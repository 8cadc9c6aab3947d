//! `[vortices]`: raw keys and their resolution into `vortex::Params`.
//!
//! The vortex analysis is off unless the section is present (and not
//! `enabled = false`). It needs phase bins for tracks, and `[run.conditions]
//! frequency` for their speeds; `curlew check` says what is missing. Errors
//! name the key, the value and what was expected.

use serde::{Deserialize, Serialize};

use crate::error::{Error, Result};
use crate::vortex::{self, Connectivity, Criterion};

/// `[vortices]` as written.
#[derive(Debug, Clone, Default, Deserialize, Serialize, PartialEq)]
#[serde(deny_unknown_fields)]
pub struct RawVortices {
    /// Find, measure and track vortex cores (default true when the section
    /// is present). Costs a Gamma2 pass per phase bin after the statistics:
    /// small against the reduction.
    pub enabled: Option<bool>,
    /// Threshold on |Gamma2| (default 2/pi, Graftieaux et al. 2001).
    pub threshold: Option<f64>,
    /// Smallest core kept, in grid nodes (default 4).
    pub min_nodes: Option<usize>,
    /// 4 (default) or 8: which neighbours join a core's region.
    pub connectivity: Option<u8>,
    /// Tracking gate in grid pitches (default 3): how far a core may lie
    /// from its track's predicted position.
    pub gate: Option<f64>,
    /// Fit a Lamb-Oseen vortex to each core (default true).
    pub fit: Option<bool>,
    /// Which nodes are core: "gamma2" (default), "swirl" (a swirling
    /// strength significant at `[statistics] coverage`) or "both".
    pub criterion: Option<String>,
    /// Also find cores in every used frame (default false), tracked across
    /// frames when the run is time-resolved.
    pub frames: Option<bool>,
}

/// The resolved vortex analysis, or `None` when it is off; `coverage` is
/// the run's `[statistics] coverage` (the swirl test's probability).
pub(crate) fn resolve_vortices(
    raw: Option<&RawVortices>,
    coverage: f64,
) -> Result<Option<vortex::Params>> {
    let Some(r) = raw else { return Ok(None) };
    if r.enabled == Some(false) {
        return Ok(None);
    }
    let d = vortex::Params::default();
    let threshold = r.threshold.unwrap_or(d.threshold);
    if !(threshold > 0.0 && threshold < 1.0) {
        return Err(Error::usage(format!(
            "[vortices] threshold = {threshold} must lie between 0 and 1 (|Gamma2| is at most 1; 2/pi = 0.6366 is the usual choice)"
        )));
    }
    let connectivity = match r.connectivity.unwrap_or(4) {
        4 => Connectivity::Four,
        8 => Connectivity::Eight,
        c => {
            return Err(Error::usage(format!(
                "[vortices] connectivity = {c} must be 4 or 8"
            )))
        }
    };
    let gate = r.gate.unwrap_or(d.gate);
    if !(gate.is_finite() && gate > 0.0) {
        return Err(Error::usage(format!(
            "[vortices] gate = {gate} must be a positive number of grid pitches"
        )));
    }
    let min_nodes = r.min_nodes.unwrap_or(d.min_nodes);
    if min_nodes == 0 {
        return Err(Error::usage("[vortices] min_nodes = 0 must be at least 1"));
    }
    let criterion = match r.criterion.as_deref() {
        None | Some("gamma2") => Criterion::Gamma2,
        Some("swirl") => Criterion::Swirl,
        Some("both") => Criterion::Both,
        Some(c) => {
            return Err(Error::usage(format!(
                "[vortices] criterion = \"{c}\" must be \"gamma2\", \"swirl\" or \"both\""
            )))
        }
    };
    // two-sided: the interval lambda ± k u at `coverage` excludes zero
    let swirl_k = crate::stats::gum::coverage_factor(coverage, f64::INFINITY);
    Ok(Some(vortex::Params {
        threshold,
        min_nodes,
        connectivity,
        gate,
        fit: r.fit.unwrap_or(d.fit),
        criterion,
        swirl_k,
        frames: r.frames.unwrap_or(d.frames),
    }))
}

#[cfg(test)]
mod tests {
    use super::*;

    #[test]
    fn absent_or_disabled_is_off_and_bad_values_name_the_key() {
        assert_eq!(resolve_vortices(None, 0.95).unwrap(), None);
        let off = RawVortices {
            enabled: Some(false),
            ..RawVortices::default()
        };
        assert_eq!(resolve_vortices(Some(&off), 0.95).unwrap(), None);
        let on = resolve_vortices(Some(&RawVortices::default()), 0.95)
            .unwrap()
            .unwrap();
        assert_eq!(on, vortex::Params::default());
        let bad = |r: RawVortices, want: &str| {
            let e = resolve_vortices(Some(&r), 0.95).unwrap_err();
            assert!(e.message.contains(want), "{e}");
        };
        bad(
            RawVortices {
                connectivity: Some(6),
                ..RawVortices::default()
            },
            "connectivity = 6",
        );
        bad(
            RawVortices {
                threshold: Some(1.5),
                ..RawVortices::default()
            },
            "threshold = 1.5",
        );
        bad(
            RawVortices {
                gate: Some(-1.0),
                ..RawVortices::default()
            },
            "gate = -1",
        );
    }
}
------------------------------------
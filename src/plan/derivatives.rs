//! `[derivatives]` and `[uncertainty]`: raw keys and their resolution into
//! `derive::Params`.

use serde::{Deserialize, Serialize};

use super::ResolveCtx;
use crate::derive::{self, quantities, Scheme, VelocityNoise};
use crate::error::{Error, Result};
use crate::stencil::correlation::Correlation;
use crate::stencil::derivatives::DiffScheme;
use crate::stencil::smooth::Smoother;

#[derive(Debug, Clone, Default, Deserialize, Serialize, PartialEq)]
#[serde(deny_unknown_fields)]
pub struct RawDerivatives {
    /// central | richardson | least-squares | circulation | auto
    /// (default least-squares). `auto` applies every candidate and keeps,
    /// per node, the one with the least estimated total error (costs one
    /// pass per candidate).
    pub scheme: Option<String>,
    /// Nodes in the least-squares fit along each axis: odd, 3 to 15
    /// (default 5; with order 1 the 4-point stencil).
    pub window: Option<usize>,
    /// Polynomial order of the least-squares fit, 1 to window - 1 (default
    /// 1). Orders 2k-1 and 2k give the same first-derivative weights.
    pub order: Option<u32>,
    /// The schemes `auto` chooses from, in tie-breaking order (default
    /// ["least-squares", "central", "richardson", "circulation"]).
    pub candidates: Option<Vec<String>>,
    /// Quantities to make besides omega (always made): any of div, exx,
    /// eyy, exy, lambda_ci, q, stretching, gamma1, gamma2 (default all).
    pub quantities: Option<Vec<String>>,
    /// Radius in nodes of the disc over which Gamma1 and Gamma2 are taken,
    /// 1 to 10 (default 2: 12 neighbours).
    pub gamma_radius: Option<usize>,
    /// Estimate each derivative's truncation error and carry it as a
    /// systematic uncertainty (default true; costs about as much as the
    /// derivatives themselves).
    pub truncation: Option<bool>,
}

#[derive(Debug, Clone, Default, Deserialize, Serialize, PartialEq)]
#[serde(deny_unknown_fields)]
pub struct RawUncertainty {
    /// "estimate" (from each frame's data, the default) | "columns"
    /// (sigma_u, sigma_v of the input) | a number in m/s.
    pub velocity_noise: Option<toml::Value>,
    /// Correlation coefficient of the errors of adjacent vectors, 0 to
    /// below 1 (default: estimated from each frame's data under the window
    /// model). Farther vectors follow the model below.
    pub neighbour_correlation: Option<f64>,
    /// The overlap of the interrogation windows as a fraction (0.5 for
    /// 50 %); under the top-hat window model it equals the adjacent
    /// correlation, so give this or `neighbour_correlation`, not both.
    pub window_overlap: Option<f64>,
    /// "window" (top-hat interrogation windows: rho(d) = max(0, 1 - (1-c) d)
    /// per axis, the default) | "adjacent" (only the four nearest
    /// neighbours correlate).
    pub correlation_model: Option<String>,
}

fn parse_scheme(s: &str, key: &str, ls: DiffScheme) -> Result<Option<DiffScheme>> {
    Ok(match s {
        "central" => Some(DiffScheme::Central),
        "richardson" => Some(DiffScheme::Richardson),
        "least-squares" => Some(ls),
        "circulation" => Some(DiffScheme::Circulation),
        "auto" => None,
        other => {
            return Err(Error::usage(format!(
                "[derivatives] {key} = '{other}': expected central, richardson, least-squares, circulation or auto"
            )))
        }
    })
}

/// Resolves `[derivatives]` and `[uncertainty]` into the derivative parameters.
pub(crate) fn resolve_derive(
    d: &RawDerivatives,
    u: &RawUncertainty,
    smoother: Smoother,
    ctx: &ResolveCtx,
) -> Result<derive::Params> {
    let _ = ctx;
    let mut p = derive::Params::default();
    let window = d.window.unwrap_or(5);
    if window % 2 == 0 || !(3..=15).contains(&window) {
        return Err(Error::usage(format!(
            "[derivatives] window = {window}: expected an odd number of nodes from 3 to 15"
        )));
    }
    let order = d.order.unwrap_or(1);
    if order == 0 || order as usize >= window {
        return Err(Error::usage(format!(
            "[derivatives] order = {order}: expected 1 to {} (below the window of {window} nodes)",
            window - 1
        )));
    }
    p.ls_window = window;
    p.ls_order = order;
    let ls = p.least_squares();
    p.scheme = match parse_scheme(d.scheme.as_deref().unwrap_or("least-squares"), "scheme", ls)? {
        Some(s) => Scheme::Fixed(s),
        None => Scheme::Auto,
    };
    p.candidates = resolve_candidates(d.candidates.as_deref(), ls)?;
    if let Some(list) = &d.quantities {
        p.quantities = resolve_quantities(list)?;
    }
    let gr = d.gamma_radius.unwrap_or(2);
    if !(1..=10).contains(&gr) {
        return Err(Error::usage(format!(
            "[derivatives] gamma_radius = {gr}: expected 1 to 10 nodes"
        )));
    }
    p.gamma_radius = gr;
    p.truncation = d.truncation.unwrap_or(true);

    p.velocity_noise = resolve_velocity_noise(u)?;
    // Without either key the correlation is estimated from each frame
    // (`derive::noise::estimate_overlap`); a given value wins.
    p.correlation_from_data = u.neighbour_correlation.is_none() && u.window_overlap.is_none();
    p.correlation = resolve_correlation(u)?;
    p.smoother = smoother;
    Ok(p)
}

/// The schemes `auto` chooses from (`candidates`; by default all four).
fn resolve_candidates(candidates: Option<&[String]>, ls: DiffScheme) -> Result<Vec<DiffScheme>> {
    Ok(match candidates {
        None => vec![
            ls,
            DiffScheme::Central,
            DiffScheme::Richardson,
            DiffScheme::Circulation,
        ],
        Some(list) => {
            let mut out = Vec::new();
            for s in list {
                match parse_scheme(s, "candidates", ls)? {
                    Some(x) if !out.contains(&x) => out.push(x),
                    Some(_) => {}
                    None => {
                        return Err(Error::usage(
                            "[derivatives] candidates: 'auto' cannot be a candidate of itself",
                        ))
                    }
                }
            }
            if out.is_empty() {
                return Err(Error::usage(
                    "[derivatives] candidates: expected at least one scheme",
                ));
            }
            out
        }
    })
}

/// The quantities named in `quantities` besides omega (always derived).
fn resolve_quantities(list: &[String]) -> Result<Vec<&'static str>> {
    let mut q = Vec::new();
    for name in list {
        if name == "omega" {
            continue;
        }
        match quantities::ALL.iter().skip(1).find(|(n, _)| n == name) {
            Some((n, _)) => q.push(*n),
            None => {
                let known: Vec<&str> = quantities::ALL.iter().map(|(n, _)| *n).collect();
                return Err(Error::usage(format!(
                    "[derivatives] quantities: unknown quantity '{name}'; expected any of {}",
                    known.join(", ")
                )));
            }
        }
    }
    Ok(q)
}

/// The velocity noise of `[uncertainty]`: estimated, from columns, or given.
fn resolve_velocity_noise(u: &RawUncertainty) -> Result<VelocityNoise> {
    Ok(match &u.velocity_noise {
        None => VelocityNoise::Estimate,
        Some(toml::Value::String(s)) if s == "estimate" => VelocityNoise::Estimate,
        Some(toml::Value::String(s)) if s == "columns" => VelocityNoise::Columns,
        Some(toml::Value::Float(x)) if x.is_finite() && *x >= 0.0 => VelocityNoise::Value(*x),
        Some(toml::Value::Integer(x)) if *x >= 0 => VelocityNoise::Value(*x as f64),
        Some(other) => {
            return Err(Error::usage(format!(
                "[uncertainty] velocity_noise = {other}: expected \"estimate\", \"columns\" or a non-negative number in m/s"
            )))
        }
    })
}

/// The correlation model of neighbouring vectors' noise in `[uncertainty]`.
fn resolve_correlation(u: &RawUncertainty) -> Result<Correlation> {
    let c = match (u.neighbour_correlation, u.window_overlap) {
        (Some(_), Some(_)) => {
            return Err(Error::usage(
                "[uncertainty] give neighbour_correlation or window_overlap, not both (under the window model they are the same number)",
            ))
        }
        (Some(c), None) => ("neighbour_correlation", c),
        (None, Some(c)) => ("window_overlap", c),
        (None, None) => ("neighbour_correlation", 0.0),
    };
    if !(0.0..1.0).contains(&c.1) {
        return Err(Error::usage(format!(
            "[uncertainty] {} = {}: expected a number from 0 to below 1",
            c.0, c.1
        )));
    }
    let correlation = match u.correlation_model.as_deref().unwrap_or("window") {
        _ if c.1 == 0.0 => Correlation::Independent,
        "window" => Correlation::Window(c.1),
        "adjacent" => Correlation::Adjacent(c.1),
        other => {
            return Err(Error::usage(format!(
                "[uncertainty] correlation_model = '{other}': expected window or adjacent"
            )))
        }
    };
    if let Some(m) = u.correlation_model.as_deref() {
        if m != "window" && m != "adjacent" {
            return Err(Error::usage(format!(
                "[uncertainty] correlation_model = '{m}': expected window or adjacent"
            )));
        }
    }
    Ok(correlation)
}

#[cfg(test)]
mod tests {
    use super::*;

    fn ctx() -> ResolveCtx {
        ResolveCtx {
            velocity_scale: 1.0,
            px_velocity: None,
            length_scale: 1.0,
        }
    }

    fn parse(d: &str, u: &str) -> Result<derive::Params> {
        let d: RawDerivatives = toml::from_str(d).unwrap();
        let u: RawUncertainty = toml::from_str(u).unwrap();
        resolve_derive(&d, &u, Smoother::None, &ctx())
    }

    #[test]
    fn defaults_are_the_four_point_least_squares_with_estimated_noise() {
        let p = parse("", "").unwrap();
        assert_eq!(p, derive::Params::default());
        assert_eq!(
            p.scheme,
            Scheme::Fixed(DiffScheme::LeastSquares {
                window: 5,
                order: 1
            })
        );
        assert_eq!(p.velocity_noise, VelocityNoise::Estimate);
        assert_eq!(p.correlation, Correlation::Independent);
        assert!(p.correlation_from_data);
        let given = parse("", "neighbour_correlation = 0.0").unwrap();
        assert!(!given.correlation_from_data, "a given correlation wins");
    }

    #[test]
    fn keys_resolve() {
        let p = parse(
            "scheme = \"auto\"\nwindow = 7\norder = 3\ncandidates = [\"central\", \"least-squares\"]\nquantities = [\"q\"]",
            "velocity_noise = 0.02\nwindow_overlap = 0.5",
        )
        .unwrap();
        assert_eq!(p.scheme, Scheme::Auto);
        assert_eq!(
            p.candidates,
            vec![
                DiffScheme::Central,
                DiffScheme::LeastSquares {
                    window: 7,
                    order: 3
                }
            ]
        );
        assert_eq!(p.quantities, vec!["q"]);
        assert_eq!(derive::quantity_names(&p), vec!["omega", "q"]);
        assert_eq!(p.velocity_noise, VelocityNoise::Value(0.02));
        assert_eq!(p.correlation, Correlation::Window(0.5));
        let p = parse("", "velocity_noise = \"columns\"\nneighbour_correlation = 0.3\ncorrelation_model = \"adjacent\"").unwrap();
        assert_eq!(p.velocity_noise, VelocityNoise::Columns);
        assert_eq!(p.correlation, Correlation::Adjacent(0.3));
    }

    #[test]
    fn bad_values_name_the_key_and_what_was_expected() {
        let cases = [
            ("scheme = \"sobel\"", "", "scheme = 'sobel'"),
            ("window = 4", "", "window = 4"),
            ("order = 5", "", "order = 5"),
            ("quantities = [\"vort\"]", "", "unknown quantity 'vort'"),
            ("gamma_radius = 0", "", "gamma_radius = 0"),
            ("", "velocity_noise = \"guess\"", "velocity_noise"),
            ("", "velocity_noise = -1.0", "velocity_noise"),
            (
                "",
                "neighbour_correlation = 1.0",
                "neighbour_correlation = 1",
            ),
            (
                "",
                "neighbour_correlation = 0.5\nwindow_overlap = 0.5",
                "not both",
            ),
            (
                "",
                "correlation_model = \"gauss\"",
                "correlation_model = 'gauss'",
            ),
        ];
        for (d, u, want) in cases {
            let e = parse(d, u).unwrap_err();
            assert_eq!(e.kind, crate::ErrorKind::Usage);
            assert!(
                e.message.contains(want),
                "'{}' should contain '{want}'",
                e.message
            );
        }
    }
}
------------------------------------
WHAT THIS TASK INVOLVES: All that belongs in the answer is the run of lines above from the line containing "let connectivity = match" through the line containing "must be 4 or", exactly as written.

WORKED SOLUTION:
    let connectivity = match r.connectivity.unwrap_or(4) {
        4 => Connectivity::Four,
        8 => Connectivity::Eight,
        c => {
            return Err(Error::usage(format!(
                "[vortices] connectivity = {c} must be 4 or 8"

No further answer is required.